Simply put, to my knowledge there is no English word to describe my most human of experiences.

All of which reminds me of a powerful TED Talk: “How language shapes the way we think” by Lera Boroditsky. In it, Boroditsky, a cognitive scientist, discusses how the languages we speak shape the way we think about the world. Her most memorable story was about how speakers of German and Spanish describe bridges using words that align with the gender of the noun in their respective languages (bridges are feminine in German and masculine in Spanish), leading to descriptions that reflect stereotypically feminine or masculine characteristics. Germans tend to describe a bridge as “elegant” whereas Spanish speakers tend to describe the same bridge as “strong”. Weird, heh.

…………………………………………………………………….

These last five years I have found winter in North Yorkshire quite the challenge. Why humans left the tropics for these semi-Arctic conditions I will be forever irked.

Help though is at hand, for I have recently been introduced to the Norwegian word of “koselig,” which refers to a sense of coziness, comfort, and warmth, particularly in social settings or during the winter months. Koselig, I have learned, emphasises the importance of creating a warm atmosphere and enjoying the good things in life with good people – i.e. we should look forward to a period of “koselig” rather than fear it.

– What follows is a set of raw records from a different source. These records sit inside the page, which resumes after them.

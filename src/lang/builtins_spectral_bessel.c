/* Spectral curves of Bessel type in the language: curve_over_z(x, w) is the curve x = c*z^2,
   y = w/z.  When w(0) != 0 the odd part of y has a simple pole at the branch point and the
   correlators insert Norbury's class Theta (src/engines/spectral/spectral.h, kind SP_CURVE_BESSEL); the
   value holds z*y_odd (an even series with a nonzero constant term), which is how omega and the
   other readers tell the kinds apart.  When w(0) = 0, y = w/z is an ordinary curve and the value is
   the one curve(x, w/z) would give.  Conventions: docs/conventions.md, "Spectral curves". */
#include <stdlib.h>
#include <flint/fmpq.h>
#include <flint/fmpq_mpoly.h>

#include "builtins_spectral.h"
#include "diag.h"
#include "spectral/spectral.h"
#include "theta/theta.h"
#include "util.h"

int bsp_series_kind(interp *I, const tseries *s)
{
    fmpq_mpoly_t c;
    int bessel;
    fmpq_mpoly_init(c, I->ring.ctx);
    tseries_coeff(c, s, 0, I->ring.ctx);
    bessel = !fmpq_mpoly_is_zero(c, I->ring.ctx);
    fmpq_mpoly_clear(c, I->ring.ctx);
    return bessel ? SP_CURVE_BESSEL : SP_CURVE_AIRY;
}

slong bsp_curve_needs(interp *I, const value *curve, slong g, slong n)
{
    if (curve->kind == V_SERIES && bsp_series_kind(I, curve->ser) == SP_CURVE_BESSEL)
        return g > 0 ? g - 1 : 0;
    return 3 * g - 3 + n;
}

/* 1 when p has a term of odd degree in z. */
static int bsp_has_odd_terms(interp *I, const fmpq_mpoly_t p, slong z)
{
    ulong e[SCALAR_MAX_VARS];
    for (slong i = 0; i < fmpq_mpoly_length(p, I->ring.ctx); i++) {
        fmpq_mpoly_get_term_exp_ui(e, p, i, I->ring.ctx);
        if (e[z] % 2)
            return 1;
    }
    return 0;
}

int bsp_check_bessel(interp *I, const node *at, const tseries *s)
{
    fmpq_mpoly_t c;
    int rational;
    fmpq_mpoly_init(c, I->ring.ctx);
    tseries_coeff(c, s, 0, I->ring.ctx);
    rational = fmpq_mpoly_is_fmpq(c, I->ring.ctx);
    fmpq_mpoly_clear(c, I->ring.ctx);
    if (!rational) {
        diag_error(&at->loc, "the coefficient of 1/z in y must be a nonzero rational number (rescale y; "
                             "symbolic coefficients are allowed from z on)");
        return 0;
    }
    if (bsp_has_odd_terms(I, s->p, s->var)) {
        diag_error(&at->loc, "this series is not a curve: a curve of Bessel type holds z*y_odd(z), even in z "
                             "with a nonzero constant term; make it with curve_over_z(z^2/2, w) for y = w/z");
        return 0;
    }
    return 1;
}

int bsp_refuse_bessel(interp *I, const node *call, const bsp_curve *C, slong g, slong n)
{
    double memo = theta_estimate_entries(g), est = sp_shift_estimate_kind(SP_CURVE_BESSEL, g, n, C->K);
    if (g > THETA_MAX_GENUS || memo > I->lim.max_table) {
        diag_error(&call->loc, "omega_{%ld,%ld} of this curve needs Theta-psi numbers of genus %ld, about %.3g "
                               "of them, above the table's limit (--max-table)", (long) g, (long) n, (long) g, memo);
        return 0;
    }
    if (est > I->lim.max_terms) {
        diag_error(&call->loc, "omega_{%ld,%ld} needs about %.3g Theta-psi numbers, above the limit of %.3g "
                               "(raise it with --max-terms N)", (long) g, (long) n, est, I->lim.max_terms);
        return 0;
    }
    return 1;
}

/* value of curve_over_z: r->ser->p = 2c * (even part of w), then either kept (Bessel kind) or
   divided by z (w(0) = 0: the Airy kind, known to one order less). */
value *bsp_curve_over_z(interp *I, const node *call, value **args)
{
    slong z;
    fmpq_t c;
    value *r = NULL;
    const value *w = args[1];
    fmpq_init(c);
    if (!bsp_read_x(I, call, args[0], &z, c))
        goto done;
    if ((w->kind != V_SERIES && w->kind != V_NUM) || (w->kind == V_SERIES && w->ser->var != z)) {
        builtin_fail_at(call, 1, w->kind == V_SERIES ? "w is a series in another variable than the z of x = c*z^2"
                                                     : "w must be a polynomial or a series in z (the curve is y = w/z)");
        goto done;
    }
    if (w->kind == V_NUM && fmpq_mpoly_degree_si(w->num, z, I->ring.ctx) > TSERIES_MAX_ORDER) {
        builtin_fail_at(call, 1, "w has too high a degree in z");
        goto done;
    }
    fmpq_mul_2exp(c, c, 1);
    r = value_new_series(z, w->kind == V_SERIES ? w->ser->order : TSERIES_MAX_ORDER, &I->ring);
    bsp_parity_part(r->ser->p, w->kind == V_SERIES ? w->ser->p : w->num, z, c, 0, I->ring.ctx);
    if (bsp_series_kind(I, r->ser) == SP_CURVE_AIRY) {          /* y = w/z has no pole */
        fmpq_mpoly_t zp;
        fmpq_mpoly_init(zp, I->ring.ctx);
        fmpq_mpoly_gen(zp, z, I->ring.ctx);
        fmpq_mpoly_divides(r->ser->p, r->ser->p, zp, I->ring.ctx);
        fmpq_mpoly_clear(zp, I->ring.ctx);
        r->ser->order = r->ser->order - 1;
    }
    if (!(bsp_series_kind(I, r->ser) == SP_CURVE_BESSEL ? bsp_check_bessel(I, call->list->items[1], r->ser)
                                                        : bsp_check_curve(I, call->list->items[1], r->ser))) {
        value_release(r);
        r = NULL;
    }
done:
    fmpq_clear(c);
    return r;
}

In North Yorkshire, we – me! –could learn to embrace winter, by using the Norwegian term.

……………………………………………………………………..

During my pursuit for the correct word to encapsulate my longings (for that is the wrong word) to play football, I have discovered the Turkish word “hüzün” which encapsulates a profound sense of melancholy or longing, embodying not just personal sadness but also a communal or existential grief. Hüzün, as I understand it, represents a deep emotional state that is both personal and collective, often reflecting the spirit or mood of a community or place.

Yet, “hüzün” doesn’t quite nail my football angst, given its application to the community more broadly. And the community doesn’t miss my footballing skills.

……………………………………………………………………….

With the help of AI, which had to read this babble, the word I was looking for is “saudade.” This Portuguese word, I understand, embodies a deep emotional state of nostalgic or profound melancholic longing for something or someone that one loves and which or whom is lost. Saudade, apparently, captures the blend of not only missing the joy of the past but also a recognition of its absence and the unlikely return, combined with a hopeful yet uncertain look towards the future. That’s what I was looking for.

So, today, I’m feeling “saudade’y”.

(Image is of me receiving my only cup as captain of the law school football team in 2004)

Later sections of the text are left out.